Tuesday, April 4, 2017

Kianna Dorino
Professor C
Art and Women
April 4, 2017

20th Century Art and Women

What is modernism? Modernism in art refers to the broad movement in Western arts and literature. “[...] appeared one after another: impressionism, postimpressionism, fauvism, cubism, futurism, constructivism, dadaism, surrealism, expressionism, abstract expressionism, etc.” (Guerilla Girls 59). Modernism began in the late 19th century and emerged greatly in the 20th century. Unlike art from the 19th century where artist would take ideas from ancient art from places like Rome and Greece, modernism did not demonstrate work from the past. Modernism was a whole new spectrum of art that dealt with much experimentation. Modernism art did not deal with conservative values or realistically depicting an object or subject. Most modernism art was driven by various social and political agendas.
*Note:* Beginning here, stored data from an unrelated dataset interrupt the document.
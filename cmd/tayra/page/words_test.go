package page

import (
	"errors"
	"path/filepath"
	"strings"
	"testing"

	"tayra/dose"
	"tayra/metabolic"
)

// hostileRows are the rows of the index of hostile cases: file, stage, field,
// place, a part of the message.
func hostileRows(t *testing.T) [][]string {
	t.Helper()
	var rows [][]string
	for i, line := range strings.Split(strings.TrimSpace(string(example(t, "hostile/cases.tsv"))), "\n") {
		if i > 0 {
			rows = append(rows, strings.Split(line, "\t"))
		}
	}
	if len(rows) < 100 {
		t.Fatalf("%d rows", len(rows))
	}
	return rows
}

// faultsOfFile is what the command would say of a case file.
func faultsOfFile(name string, data []byte) dose.InputErrors {
	in, _, err := dose.ReadCase(name, data)
	var c *dose.Case
	if err == nil {
		c, err = in.Check()
	}
	if err == nil {
		_, err = dose.Draft(c)
	}
	var faults dose.InputErrors
	errors.As(err, &faults)
	return faults
}

// What the case file refuses is refused on the form: the same faults in the
// same words, each with the field that it belongs to.
func TestTheFormRefusesWhatTheFileRefuses(t *testing.T) {
	tried := 0
	// Lists are written otherwise on a form: a comma there is one between items.
	if in, _, err := dose.ReadCase("x", []byte("method: {intervals: ['6 h, 8 h']}")); err != nil || len(unplaceable(in)) != 1 {
		t.Error("a list written as one item is filled in", err)
	}
	for _, row := range hostileRows(t) {
		name, stage := row[0], row[1]
		if stage != "check" && stage != "draft" {
			continue
		}
		t.Run(name, func(t *testing.T) {
			data := example(t, filepath.Join("hostile", name))
			want := faultsOfFile(name, data)
			in, _, err := dose.ReadCase(name, data)
			if err != nil || len(want) == 0 {
				t.Fatal(err, want)
			}
			pairs := pairsOf(in)
			if len(in.Models) == 0 { // the form always has one
				pairs = append(pairs, pair{"models[0].species", ""})
			}
			a := draftOf(t, pairs)
			if a.State != "faults" || strings.Contains(a.Top+a.Rest, "mg/kg every") {
				t.Fatalf("state %s", a.State)
			}
			said := map[string]string{}
			for _, f := range a.Faults {
				said[f.Text] = f.Path
			}
			for _, e := range want {
				text := e.Problem
				if e.Remedy != "" {
					text += "; " + e.Remedy
				}
				path, ok := said[text]
				if !ok && e.Field == "models" { // there, each field of the model is asked for
					continue
				}
				if !ok {
					t.Errorf("the form does not say %q; it says %q", text, said)
					continue
				}
				if label, on := onForm(fieldPath(e.Field)); on && (path != fieldPath(e.Field) || label == "") {
					t.Errorf("%q belongs to %q, not to %q", text, e.Field, path)
				}
			}
		})
		tried++
	}
	if tried < 60 {
		t.Errorf("only %d cases were tried", tried)
	}
}

// A value that the reader of the file refuses before its meaning is looked at
// is refused in the reader's words, however it gets into a field.
func TestTheFormRefusesLettersThatTheFileRefuses(t *testing.T) {
	pairs := pairsOfCase(t, "anteater.yaml")
	for _, tt := range []struct{ path, text string }{
		{"patient.mass", "41\x00 kg"},
		{"patient.name", "Mari\u202esol"},
		{"models[0].source", "protocol\u200b7"},
		{"drug.name", "exam\x1bplicillin"},
		{"patient.species", "giant\u00adanteater"},
		{"case", strings.Repeat("x", 4001)},
		{"prepared_by", "\xff"},
	} {
		in, err := caseOf(with(pairs, tt.path, tt.text))
		if err != nil {
			t.Fatal(err)
		}
		want := faultsOfFile("", dose.WriteCase(in))
		a := draftOf(t, with(pairs, tt.path, tt.text))
		if tt.text == "\xff" { // JSON, as the browser writes it, has no such letter
			if a.State == "faults" {
				continue
			}
		}
		if len(want) == 0 || a.State != "faults" || a.Faults[0].Path != tt.path || !strings.HasPrefix(a.Faults[0].Text, want[0].Problem) {
			t.Errorf("%s: the file says %v, the form %v", tt.path, want, a.Faults)
		}
	}
}

// A fault's words stand beside the field as they are, with the numbers kept to
// their units, and the list leads to the field.
func TestFaultsLeadToTheirFields(t *testing.T) {
	pairs := with(with(pairsOfCase(t, "anteater.yaml"), "patient.mass", "41"), "models[0].interval", "q12-24h")
	a := draftOf(t, pairs)
	_, massErr := metabolic.ParseBodyMass("41")
	var q *metabolic.QuantityError
	if !errors.As(massErr, &q) {
		t.Fatal(massErr)
	}
	if len(a.Faults) != 2 || a.Faults[0].Text != q.Problem+"; "+q.Remedy || a.Faults[0].ID != "f-patient-mass" || a.Faults[0].Label != "Body mass" ||
		a.Faults[1].ID != "f-models-0-interval" || a.Faults[1].Label != "Interval (model)" {
		t.Errorf("%+v", a.Faults)
	}
	for _, s := range []string{`<a href="#f-patient-mass">Body mass</a>`, `<a href="#f-models-0-interval">Interval (model)</a>`} {
		if !strings.Contains(a.Top, s) {
			t.Errorf("the list lacks %s: %s", s, a.Top)
		}
	}
	if !strings.HasPrefix(a.Say, "No draft: 2 fields are wrong. Body mass: ") {
		t.Errorf("announced: %s", a.Say)
	}
}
Modernism also dealt with new forms, techniques, materials, strokes and patterns and it was nothing anyone had ever seen before.

Modernism

      Women in Europe were one of the very first to begin modernism art. One woman by the name of Georgia O’Keeffe played a pivotal role in the development of American modernism. O’Keeffe focused her work of over seven decades to capture the emotion and power through abstracting the natural world. O’Keeffe incorporated the techniques of other artists in her work but especially the work of Paul Strand’s in which she used the work of copping in her art. Through O’Keeffe’s passionate observation of nature, experimentation with scale, and her shading and difference with lines and color, O’Keeffe demonstrated proper representation of the objects in nature she depicted while also pushing the art world’s norms at the time.